Finding Middle Ground on the Deficit

On Thursday the Peterson Foundation will host a star-studded summit on fiscal responsibility in Washington, DC. To some readers, that might sound as hallow as the Academy Awards and as thrilling as the International Academy on Financial Management, but this is genuinely important stuff. Ruminating on about how the government collects and spends money is a big think, but as public debt approaches record levels.

Robert Kuttner doesn't like the thrust of the Peterson summit because, like many liberals, he worries that "fiscal responsibility" is a Trojan horse for gutting Medicare and Social Security. He has a point. There are, without question, some invitees at the summit who see runaway Medicare costs and conclude the quickest solution is to dismantle Medicare. That sort of bluntness would be politically unpalatable and substantively wrongheaded. But Kuttner's point is incomplete:

Yes, we will have a national debt problem if we don't get a return to high growth soon. But the more immediate problem is restoration of prosperity--and in the near term that will require more public outlay, not less.
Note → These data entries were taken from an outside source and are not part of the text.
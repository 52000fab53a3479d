"""The one compile helper: compiled once per process, and still compiled on a read-only
install (numba cannot cache there)."""

from __future__ import annotations

import numpy as np
import pytest

from demaudit.workers import compiled as compile_helper


def _twice(values, out):  # type: ignore[no-untyped-def]
    for i in range(values.size):
        out[i] = 2.0 * values[i]


def test_a_loop_is_compiled_once_and_reused() -> None:
    pytest.importorskip("numba")
    first = compile_helper.compiled(_twice)
    assert compile_helper.compiled(_twice) is first
    out = np.empty(3)
    first(np.array([1.0, -2.5, 4.0]), out)
    np.testing.assert_array_equal(out, [2.0, -5.0, 8.0])


def test_without_a_cache_folder_the_loop_is_compiled_per_process(
    monkeypatch: pytest.MonkeyPatch,
) -> None:
    numba = pytest.importorskip("numba")
    real = numba.njit
    asked: list[bool] = []

    def no_cache_folder(*args: object, cache: bool = False, **kwargs: object):  # type: ignore[no-untyped-def]
        asked.append(cache)
        if cache:  # what numba says when no cache locator is available (read-only install)
            raise RuntimeError("cannot cache function: no locator available")
        return real(*args, **kwargs)

    monkeypatch.setattr(numba, "njit", no_cache_folder)
    monkeypatch.setattr(compile_helper, "_COMPILED", {})
    out = np.empty(1)
    compile_helper.compiled(_twice)(np.array([3.0]), out)
    assert out[0] == 6.0 and asked == [True, False]
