"""Accuracy measures and grading against the published standards (../shared/CHECK_VALUES.md)."""

from __future__ import annotations

import numpy as np
import pytest
from scipy.stats import norm

from workers import accuracy, grading
from workers.grading import Measured


def test_published_worked_example_rmse_and_accuracy():
    # USGS 3D Elevation Program vertical accuracy report of lidar project LA_Barataria_2013
    # (VA.txt, published): n = 51, mean = -0.00533333 m, sample std = 0.0577206 m gives
    # RMSE_z = 0.0574002 m and Accuracy_z = 0.1125044 m.
    rmse = accuracy.rmse_from_moments(51, -0.00533333, 0.0577206)
    assert rmse == pytest.approx(0.0574002, abs=5e-7)
    assert accuracy.NSSDA_FACTOR * rmse == pytest.approx(0.1125044, abs=1e-6)


def test_factors_against_the_normal_distribution():
    # NSSDA 1.9600 (FGDC-STD-007.3-1998, published) and LE90 1.6449: computed from the normal
    # distribution with scipy; Accuracy_z = 1.1916 LE90 (computed).
    assert pytest.approx(norm.ppf(0.975), abs=1e-4) == accuracy.NSSDA_FACTOR
    assert pytest.approx(norm.ppf(0.95), abs=1e-4) == accuracy.LE90_FACTOR
    assert pytest.approx(1.1916, abs=1e-4) == accuracy.NSSDA_FACTOR / accuracy.LE90_FACTOR


def test_residual_statistics_match_numpy():
    x = np.random.default_rng(2).normal(0.05, 0.1, 200)
    s = accuracy.residual_statistics(x)
    assert s["rmse"] == pytest.approx(np.sqrt(np.mean(x**2)))
    assert s["accuracy_z_95"] == pytest.approx(1.96 * s["rmse"])
    assert s["le90"] == pytest.approx(1.6449 * s["rmse"])
    assert s["q95_abs"] == pytest.approx(np.quantile(np.abs(x), 0.95))
    assert accuracy.residual_statistics([])["count"] == 0


def test_vva_is_95th_percentile_of_vegetated():
    veg = np.linspace(0, 1, 101)
    va = accuracy.vertical_accuracy([0.1, -0.1], veg)
    assert va["vva_95"] == pytest.approx(0.95)
    assert va["nva_95"] == pytest.approx(1.96 * 0.1)


@pytest.mark.parametrize(("class_cm", "rmse", "nva", "vva"), [(10.0, 0.10, 0.196, 0.30)])
def test_asprs2014_thresholds(class_cm, rmse, nva, vva):
    # ASPRS 2014, Table 7.5 (from memory): 10-cm class: 10.0 / 19.6 / 30 cm
    m = Measured(0.099, 0.299, 100, 50, survey_rmse_m=0.02)
    graded = grading.grade_asprs2014(m, class_cm=class_cm)
    limits = {c["measure"]: c["threshold"] for c in graded["checks"]}
    assert limits == pytest.approx({"rmse_z_non_vegetated": rmse, "nva_95": nva, "vva_95": vva})
    assert graded["met"] is True
    worse = grading.grade_asprs2014(Measured(0.101, 0.2, 100, 50, 0.02), class_cm=class_cm)
    assert worse["met"] is False
    veg_fails = grading.grade_asprs2014(Measured(0.05, 0.31, 100, 50, 0.02), class_cm=class_cm)
    assert veg_fails["met"] is False


def test_asprs2014_checkpoint_count():
    # ASPRS 2014 p. A20 (published): 100 for the first 2,500 km^2, then 5 per further 500 km^2
    assert grading.asprs2014_required_checkpoints(100) == 100
    assert grading.asprs2014_required_checkpoints(2500) == 100
    assert grading.asprs2014_required_checkpoints(3000) == 105
    assert grading.asprs2014_required_checkpoints(3001) == 110
    graded = grading.grade_asprs2014(Measured(0.05, 0.1, 60, 20, 0.02, area_km2=3000), class_cm=10)
    assert any("ASPRS 2014 asks for 105" in w for w in graded["warnings"])


def test_asprs2014_survey_must_be_three_times_better():
    # ASPRS 2014 (published): checkpoints at least 3 times more accurate than the data tested
    ok = grading.grade_asprs2014(Measured(0.05, 0.1, 100, 50, survey_rmse_m=0.033), class_cm=10)
    assert not any("survey" in w for w in ok["warnings"])
    weak = grading.grade_asprs2014(Measured(0.05, 0.1, 100, 50, survey_rmse_m=0.04), class_cm=10)
    assert any("3 times better" in w for w in weak["warnings"])


def test_asprs2023_folds_in_survey_error_and_needs_30_points():
    # ASPRS Edition 2 (2023): RMSE_product = sqrt(measured^2 + survey^2) (from memory); >= 30
    assert grading.rmse_product(0.09, 0.03) == pytest.approx(np.hypot(0.09, 0.03))
    graded = grading.grade_asprs2023(Measured(0.099, 0.5, 25, 10, survey_rmse_m=0.02), class_cm=10)
    assert graded["met"] is False  # hypot(0.099, 0.02) > 0.10
    assert graded["vva_95_reported_m"] == 0.5  # reported, not graded
    assert any("at least 30" in w for w in graded["warnings"])


def test_quality_levels_from_memory_table():
    # lidar base specification quality levels, RMSE_z / NVA / VVA in cm (from memory)
    expected = {
        "QL0": (5.0, 9.8, 14.7),
        "QL1": (10.0, 19.6, 29.4),
        "QL2": (10.0, 19.6, 29.4),
        "QL3": (20.0, 39.2, 58.8),
    }
    for level, cms in expected.items():
        graded = grading.grade_quality_level(Measured(0.0, 0.0, 100, 100), level=level)
        assert [c["threshold"] * 100 for c in graded["checks"]] == pytest.approx(list(cms))
        # NVA = 1.96 RMSE_z and VVA = 3.00 x (ASPRS 2014) hold in the table (QL0 VVA: 2.94)
        assert cms[1] == pytest.approx(1.96 * cms[0])


def test_nssda_statement_and_minimum_points():
    graded = grading.grade_nssda(Measured(0.0574002, None, 19, 0))
    assert graded["accuracy_z_95_m"] == pytest.approx(0.1125044, abs=1e-6)
    assert "at least 20" in graded["warnings"][0]


def test_user_class_and_best_class():
    m = Measured(0.12, 0.40, 100, 40, survey_rmse_m=0.02)
    user = grading.grade_user(m, {"required_rmse_m": 0.15, "required_vva_m": 0.35})
    assert user["met"] is False
    assert [c["met"] for c in user["checks"]] == [True, False]
    assert grading.grade_asprs2014(m, class_cm=10)["best_class_met"] == "15-cm"


def test_missing_vegetated_points_leave_vva_unknown_not_passed():
    graded = grading.grade_asprs2014(Measured(0.05, None, 100, 0, 0.01), class_cm=10)
    assert graded["met"] is None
Once a real recovery is on track, we need to increase progressive taxation, both to moderate deficits and to pay for sustained public spending on things the economy and society need, such as 21st century infrastructure, a green economy, good jobs, as well as a national health and pension system.

That's basically right. But better, perhaps, to say that we will have a national debt problem whether or not we get a return to historically common growth, as the Congressional Budget Office has concluded. Yes, the more immediate problem is the restoration of prosperity. The deficit is probably too low today. But looking at that short-term goal doesn't preclude acknowledging the long-term challenge. Public debt is in trouble today and it faces remarkable challenges in the 2020s.

Kuttner says "we need a national debate" between the austerity hawks and the social program defenders. Sounds good! So let's begin where both sides agree. Many Peterson attendees agree that large deficits are necessary now and dangerous in the future. Many also agree that new taxes will have to pay for ongoing spending, and that it would be unwise to enact regressive taxes that over-burdened lower-income families. The "high road" on the deficit is more crowded that Kuttner thinks.